*** Opening Supplied data ***

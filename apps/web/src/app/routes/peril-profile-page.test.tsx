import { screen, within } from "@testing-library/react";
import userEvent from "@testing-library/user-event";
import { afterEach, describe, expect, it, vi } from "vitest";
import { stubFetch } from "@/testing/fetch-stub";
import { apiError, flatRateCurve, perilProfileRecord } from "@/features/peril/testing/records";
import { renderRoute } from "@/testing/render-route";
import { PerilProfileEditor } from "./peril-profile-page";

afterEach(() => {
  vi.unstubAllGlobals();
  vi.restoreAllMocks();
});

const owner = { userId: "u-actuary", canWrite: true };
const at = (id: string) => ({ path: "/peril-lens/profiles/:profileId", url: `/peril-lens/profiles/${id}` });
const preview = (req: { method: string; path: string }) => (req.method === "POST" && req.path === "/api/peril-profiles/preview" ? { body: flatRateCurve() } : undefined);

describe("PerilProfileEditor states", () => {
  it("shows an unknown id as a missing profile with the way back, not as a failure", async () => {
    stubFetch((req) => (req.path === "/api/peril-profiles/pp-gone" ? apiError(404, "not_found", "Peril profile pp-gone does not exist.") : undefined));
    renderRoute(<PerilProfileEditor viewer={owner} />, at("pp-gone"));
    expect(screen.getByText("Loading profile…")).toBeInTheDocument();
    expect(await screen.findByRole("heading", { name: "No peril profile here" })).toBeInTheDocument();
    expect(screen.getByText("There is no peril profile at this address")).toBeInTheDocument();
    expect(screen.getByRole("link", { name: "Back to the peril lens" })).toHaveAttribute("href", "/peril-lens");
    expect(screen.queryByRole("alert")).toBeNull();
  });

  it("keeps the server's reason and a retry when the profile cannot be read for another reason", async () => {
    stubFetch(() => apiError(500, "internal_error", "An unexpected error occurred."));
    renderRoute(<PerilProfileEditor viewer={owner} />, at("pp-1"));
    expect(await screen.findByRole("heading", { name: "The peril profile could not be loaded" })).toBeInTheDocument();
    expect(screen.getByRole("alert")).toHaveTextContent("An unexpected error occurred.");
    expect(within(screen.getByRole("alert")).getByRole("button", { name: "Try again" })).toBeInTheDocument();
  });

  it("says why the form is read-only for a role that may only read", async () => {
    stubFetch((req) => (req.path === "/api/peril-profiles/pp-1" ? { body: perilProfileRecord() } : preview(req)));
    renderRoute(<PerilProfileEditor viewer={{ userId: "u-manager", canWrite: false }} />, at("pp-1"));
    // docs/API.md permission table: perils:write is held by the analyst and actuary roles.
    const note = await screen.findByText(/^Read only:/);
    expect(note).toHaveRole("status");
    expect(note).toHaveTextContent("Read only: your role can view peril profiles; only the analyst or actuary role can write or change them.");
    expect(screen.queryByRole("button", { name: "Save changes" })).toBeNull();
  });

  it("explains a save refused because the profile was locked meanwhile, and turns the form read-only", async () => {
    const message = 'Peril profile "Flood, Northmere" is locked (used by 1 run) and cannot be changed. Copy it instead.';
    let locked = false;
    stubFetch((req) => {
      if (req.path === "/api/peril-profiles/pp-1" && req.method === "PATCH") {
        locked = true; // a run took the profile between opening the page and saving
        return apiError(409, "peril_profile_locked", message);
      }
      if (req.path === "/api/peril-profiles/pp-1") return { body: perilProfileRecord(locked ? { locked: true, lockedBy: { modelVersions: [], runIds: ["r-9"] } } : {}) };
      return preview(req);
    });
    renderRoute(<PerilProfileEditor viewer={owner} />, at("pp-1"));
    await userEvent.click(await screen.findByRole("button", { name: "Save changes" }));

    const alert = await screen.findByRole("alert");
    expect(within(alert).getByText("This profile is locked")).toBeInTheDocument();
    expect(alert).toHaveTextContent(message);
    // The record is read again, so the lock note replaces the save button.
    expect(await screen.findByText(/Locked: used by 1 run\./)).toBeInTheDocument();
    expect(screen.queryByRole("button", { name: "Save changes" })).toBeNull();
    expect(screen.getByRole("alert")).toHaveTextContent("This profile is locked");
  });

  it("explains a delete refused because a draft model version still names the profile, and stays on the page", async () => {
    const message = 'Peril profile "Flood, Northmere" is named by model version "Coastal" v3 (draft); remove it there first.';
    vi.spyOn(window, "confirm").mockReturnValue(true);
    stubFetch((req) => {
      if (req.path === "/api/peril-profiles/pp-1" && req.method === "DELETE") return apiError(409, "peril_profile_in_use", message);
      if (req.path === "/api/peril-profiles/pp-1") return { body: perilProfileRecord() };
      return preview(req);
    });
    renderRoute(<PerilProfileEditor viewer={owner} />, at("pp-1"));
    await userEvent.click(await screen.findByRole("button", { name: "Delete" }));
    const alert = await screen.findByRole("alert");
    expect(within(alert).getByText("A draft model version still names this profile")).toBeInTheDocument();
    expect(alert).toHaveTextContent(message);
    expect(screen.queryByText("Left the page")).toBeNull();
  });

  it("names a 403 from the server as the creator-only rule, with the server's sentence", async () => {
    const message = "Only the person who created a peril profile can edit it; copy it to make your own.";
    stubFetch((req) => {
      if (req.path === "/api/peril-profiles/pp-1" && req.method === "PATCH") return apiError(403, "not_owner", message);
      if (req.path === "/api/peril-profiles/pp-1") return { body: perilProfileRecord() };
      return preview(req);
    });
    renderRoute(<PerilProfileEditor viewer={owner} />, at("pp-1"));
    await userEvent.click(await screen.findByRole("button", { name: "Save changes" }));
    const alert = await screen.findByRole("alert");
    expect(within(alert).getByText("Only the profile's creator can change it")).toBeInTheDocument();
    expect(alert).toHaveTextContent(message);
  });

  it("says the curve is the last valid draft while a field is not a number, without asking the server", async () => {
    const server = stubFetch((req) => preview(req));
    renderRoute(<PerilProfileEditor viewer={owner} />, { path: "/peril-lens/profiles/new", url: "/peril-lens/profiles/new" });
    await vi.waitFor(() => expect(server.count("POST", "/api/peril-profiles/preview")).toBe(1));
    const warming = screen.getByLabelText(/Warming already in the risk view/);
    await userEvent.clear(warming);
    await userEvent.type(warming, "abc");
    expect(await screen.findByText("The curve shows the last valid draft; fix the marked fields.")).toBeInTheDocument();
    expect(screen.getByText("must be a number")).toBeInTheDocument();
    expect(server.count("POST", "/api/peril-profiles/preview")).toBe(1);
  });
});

*** Closing Supplied data ***

Goal of the exercise: Would you copy each line of the records that contains "true"?

Exercise response:
const owner = { userId: "u-actuary", canWrite: true };
        locked = true; // a run took the profile between opening the page and saving
      if (req.path === "/api/peril-profiles/pp-1") return { body: perilProfileRecord(locked ? { locked: true, lockedBy: { modelVersions: [], runIds: ["r-9"] } } : {}) };
    vi.spyOn(window, "confirm").mockReturnValue(true);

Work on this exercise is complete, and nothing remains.